» What is expected: Look through the records below for the line with "from coatgui.intake.units import" and the line with "return float(values.min()), float(values.max())", then return those lines and all lines between, exactly.

» The data:

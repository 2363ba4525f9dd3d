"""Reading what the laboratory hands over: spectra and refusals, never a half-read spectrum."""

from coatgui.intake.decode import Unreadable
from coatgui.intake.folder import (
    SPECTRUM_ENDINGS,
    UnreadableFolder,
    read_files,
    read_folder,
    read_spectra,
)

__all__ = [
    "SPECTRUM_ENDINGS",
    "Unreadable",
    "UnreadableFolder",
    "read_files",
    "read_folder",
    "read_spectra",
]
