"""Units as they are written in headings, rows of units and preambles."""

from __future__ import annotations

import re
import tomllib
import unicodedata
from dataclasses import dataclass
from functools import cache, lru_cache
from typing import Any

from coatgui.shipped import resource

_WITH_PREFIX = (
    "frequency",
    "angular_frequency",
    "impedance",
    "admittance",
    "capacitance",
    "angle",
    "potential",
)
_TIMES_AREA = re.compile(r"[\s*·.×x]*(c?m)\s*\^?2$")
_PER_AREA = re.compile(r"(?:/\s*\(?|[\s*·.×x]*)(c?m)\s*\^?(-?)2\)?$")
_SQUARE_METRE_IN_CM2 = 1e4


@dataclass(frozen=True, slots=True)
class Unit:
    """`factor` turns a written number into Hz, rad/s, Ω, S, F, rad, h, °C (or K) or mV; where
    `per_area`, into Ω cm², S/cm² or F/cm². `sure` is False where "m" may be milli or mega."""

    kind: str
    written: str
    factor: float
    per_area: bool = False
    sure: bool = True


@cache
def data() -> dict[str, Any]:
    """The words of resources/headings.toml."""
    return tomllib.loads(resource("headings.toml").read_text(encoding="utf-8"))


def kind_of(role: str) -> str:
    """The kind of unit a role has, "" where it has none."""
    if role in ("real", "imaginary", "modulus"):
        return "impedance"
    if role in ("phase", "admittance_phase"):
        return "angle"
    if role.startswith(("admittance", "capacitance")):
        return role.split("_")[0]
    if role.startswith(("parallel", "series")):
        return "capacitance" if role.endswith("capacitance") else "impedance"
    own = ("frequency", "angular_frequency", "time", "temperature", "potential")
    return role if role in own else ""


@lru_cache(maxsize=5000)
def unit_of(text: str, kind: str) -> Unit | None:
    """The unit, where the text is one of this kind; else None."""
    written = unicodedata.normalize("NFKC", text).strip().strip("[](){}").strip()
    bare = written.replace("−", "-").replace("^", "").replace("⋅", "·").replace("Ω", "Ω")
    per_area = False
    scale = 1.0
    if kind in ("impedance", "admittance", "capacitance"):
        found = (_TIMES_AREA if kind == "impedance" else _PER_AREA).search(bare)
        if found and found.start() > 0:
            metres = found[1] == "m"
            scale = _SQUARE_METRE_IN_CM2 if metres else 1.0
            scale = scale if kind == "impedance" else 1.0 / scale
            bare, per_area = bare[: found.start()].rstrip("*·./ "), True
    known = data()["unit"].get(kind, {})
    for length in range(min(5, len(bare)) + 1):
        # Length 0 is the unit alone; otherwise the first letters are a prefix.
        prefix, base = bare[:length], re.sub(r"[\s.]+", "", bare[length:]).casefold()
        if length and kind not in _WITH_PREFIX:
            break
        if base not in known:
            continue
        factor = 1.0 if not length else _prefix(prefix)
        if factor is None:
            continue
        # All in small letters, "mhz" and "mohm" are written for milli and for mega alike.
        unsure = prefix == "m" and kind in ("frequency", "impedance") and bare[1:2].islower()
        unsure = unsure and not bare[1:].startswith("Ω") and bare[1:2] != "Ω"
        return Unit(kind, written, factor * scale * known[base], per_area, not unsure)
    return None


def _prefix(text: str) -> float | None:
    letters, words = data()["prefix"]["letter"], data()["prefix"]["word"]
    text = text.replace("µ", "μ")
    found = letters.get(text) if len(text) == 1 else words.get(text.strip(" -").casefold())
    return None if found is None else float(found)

---

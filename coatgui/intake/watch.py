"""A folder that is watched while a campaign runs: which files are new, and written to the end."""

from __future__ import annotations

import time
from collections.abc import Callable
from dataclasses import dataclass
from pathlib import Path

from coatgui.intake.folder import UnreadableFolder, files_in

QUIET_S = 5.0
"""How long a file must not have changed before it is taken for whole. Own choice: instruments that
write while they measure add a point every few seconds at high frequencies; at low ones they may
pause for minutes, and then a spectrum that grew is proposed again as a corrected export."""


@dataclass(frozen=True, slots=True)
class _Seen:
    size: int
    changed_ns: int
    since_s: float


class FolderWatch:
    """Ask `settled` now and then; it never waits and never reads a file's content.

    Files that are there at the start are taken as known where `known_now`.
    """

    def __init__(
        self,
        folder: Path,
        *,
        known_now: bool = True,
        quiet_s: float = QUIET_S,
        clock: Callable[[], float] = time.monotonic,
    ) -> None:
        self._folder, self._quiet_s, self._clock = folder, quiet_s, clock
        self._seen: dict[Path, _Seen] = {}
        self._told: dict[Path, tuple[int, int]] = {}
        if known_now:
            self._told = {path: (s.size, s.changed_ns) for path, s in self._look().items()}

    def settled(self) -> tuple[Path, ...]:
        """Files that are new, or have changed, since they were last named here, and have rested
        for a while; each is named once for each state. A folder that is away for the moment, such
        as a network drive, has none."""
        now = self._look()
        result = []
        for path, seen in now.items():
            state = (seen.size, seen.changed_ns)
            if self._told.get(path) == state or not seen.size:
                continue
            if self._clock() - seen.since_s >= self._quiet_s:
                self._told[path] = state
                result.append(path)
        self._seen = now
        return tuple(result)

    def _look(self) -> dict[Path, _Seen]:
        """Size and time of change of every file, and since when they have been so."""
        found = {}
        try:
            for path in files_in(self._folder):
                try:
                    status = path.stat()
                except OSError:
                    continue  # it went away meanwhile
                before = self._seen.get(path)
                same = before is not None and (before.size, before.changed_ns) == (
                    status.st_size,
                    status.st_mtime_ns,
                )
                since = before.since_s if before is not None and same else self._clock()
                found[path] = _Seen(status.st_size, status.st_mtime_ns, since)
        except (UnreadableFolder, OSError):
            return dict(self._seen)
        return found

---

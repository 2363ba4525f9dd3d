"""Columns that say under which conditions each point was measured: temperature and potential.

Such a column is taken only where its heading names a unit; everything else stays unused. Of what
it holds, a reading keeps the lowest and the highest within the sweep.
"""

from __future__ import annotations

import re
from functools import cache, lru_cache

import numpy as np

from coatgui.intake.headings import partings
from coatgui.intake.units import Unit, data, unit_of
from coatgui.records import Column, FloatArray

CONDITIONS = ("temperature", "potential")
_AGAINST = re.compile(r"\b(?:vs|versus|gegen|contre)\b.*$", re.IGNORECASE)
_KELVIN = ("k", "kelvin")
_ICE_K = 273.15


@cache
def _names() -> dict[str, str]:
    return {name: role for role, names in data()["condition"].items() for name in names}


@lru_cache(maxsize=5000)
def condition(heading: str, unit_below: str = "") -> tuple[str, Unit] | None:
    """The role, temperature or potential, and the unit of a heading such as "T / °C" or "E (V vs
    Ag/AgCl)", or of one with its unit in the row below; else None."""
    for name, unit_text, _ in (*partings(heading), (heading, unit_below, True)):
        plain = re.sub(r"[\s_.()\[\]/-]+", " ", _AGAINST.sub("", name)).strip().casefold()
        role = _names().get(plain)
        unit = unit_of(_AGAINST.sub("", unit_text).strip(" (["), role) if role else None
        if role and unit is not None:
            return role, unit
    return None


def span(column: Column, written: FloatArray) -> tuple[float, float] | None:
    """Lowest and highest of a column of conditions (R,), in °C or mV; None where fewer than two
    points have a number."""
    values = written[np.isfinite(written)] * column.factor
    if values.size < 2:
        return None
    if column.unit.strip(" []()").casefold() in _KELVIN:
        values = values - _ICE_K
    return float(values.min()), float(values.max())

» Output below:
from coatgui.intake.units import Unit, data, unit_of
from coatgui.records import Column, FloatArray

CONDITIONS = ("temperature", "potential")
_AGAINST = re.compile(r"\b(?:vs|versus|gegen|contre)\b.*$", re.IGNORECASE)
_KELVIN = ("k", "kelvin")
_ICE_K = 273.15


@cache
def _names() -> dict[str, str]:
    return {name: role for role, names in data()["condition"].items() for name in names}


@lru_cache(maxsize=5000)
def condition(heading: str, unit_below: str = "") -> tuple[str, Unit] | None:
    """The role, temperature or potential, and the unit of a heading such as "T / °C" or "E (V vs
    Ag/AgCl)", or of one with its unit in the row below; else None."""
    for name, unit_text, _ in (*partings(heading), (heading, unit_below, True)):
        plain = re.sub(r"[\s_.()\[\]/-]+", " ", _AGAINST.sub("", name)).strip().casefold()
        role = _names().get(plain)
        unit = unit_of(_AGAINST.sub("", unit_text).strip(" (["), role) if role else None
        if role and unit is not None:
            return role, unit
    return None


def span(column: Column, written: FloatArray) -> tuple[float, float] | None:
    """Lowest and highest of a column of conditions (R,), in °C or mV; None where fewer than two
    points have a number."""
    values = written[np.isfinite(written)] * column.factor
    if values.size < 2:
        return None
    if column.unit.strip(" []()").casefold() in _KELVIN:
        values = values - _ICE_K
    return float(values.min()), float(values.max())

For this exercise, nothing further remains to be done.